January 7th, 2026
intriguingcompellinglike6 reactions

The Realities of Application Modernization with Agentic AI (Early 2026)

jkordick
Software Global Black Belt

How to read this article

This article is a reflection based on hands-on experience and is written for engineers and technical leaders who are facing a new application modernization effort and want to build a realistic mental model before reaching for tools. If you are new to application modernization, I recommend reading the article end to end. The early sections focus on why modernization is hard in practice and which foundations matter before any technical decisions are made.

If you are already familiar with the app modernization space and mainly interested in the role of agentic AI, you can skip the introductory sections and jump directly to the part on agentic AI here.

This article is intentionally dense. The goal is not to provide a checklist, but to surface the complexity, trade-offs, and constraints that tend to get ignored. Take your time, skim if needed, and come back to sections as your modernization effort evolves.

 

Over the last years, I’ve seen hundreds of application modernization efforts. I’ve modernized software myself, re-architected and re-designed systems, and worked with customers trying to break apart decades of technical and organizational decisions. From that experience, two things are consistently true.

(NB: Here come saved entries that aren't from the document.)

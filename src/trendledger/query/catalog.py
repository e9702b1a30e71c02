"""Layer 3 of the guard: every table a query names must be one of the store's own.

A name in FROM, JOIN, a CTE body, DESCRIBE, SHOW, SUMMARIZE or PIVOT is looked
up in a :class:`Scope`: the store's catalog, its tables and views, and the
CTEs the query itself defines. Anything else is refused before DuckDB sees
it, because DuckDB turns an unknown name into a file read (a "replacement
scan"): ``FROM 'data.csv'``, ``FROM "data.csv"``, and also a name split by a
dot, ``FROM "folder/name".csv``, which DuckDB joins back into a path.

What it stops that the locked read-only connection alone does not (measured by
``bench/guard_layers.py``: 6 of the corpus): a file inside DuckDB's own temporary folder, which
``enable_external_access = false`` still lets DuckDB read (the read connection
now gets a private, empty temporary folder as well, see :mod:`trendledger.store.sandbox`),
and the built-in listings (``pg_settings``, ``pragma_database_list``,
``duckdb_databases``), which show settings and the paths of attached files.
"""

from __future__ import annotations

import difflib
from collections.abc import Collection
from dataclasses import dataclass, field

from sqlglot import exp

from trendledger.errors import QueryRefused
from trendledger.query.positions import node_position

#: Characters that turn a table name into a file path, a URL or a glob for DuckDB.
PATH_CHARACTERS = frozenset("./\\:*?~")
#: The only schema the store's tables and views live in.
STORE_SCHEMA = "main"


@dataclass
class Scope:
    """What a query may name: the store's catalog and its tables and views.

    ``names`` None means the names are not known (a query checked without a
    store); then only the shape of each name is checked.
    """

    catalog: str | None = None
    names: frozenset[str] | None = None
    ctes: set[str] = field(default_factory=set)

    @classmethod
    def of(cls, catalog: str | None, names: Collection[str] | None) -> Scope:
        return cls(catalog, None if names is None else frozenset(n.casefold() for n in names))

    def with_ctes(self, tree: exp.Expression) -> Scope:
        """This scope plus the CTE names ``tree`` defines (one set for the whole query:
        a name shadowed in one subquery and used in another is still the query's own)."""
        ctes = {cte.alias.casefold() for cte in tree.find_all(exp.CTE) if cte.alias}
        return Scope(self.catalog, self.names, ctes)


def check_reference(
    catalog: str, schema: str, name: str, scope: Scope, sql: str, node: exp.Expr | None = None
) -> None:
    """Refuse a table reference unless it names a table, view or CTE of the store."""
    line, column = node_position(node, sql, name) if node is not None else (None, None)
    for part in (catalog, schema, name):
        if any(character in PATH_CHARACTERS for character in part):
            raise QueryRefused(
                f"refused: table name {_dotted(catalog, schema, name)!r} looks like a file "
                "path or URL, which DuckDB would read directly",
                line=line,
                column=column,
                hint="query the tables and views in the store",
            )
    if catalog and (scope.catalog is None or catalog.casefold() != scope.catalog.casefold()):
        raise QueryRefused(
            f"refused: table {_dotted(catalog, schema, name)} is in catalog {catalog!r}, "
            "not in the store",
            line=line,
            column=column,
            hint="leave table names unqualified",
        )
    if schema and schema.casefold() != STORE_SCHEMA:
        raise QueryRefused(
            f"refused: table {_dotted(catalog, schema, name)} names schema {schema!r}; "
            "the store's tables and views are unqualified names",
            line=line,
            column=column,
            hint="leave table names unqualified",
        )
    if scope.names is None:
        return
    lowered = name.casefold()
    if lowered in scope.names or (not schema and lowered in scope.ctes):
        return
    close = difflib.get_close_matches(lowered, sorted(scope.names), n=1)
    raise QueryRefused(
        f"refused: no table or view named {name!r} in the store",
        line=line,
        column=column,
        hint=f"did you mean {close[0]}?" if close else "SHOW TABLES lists them",
    )


def _dotted(*parts: str) -> str:
    return ".".join(p for p in parts if p)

First, every application modernization hides complexity that you need to uncover as early as possible. The problem is that you rarely know what you are looking for when you start.

Second, converting code from one version to another is usually the easiest part.

Most legacy applications suffer from a similar set of issues.

They lack sufficient documentation, which means critical business logic is buried deep inside a highly coupled, hardware-bound, years-outdated monolithic application. These systems are often full of with dependency vulnerabilities and implicit assumptions no one remembers making.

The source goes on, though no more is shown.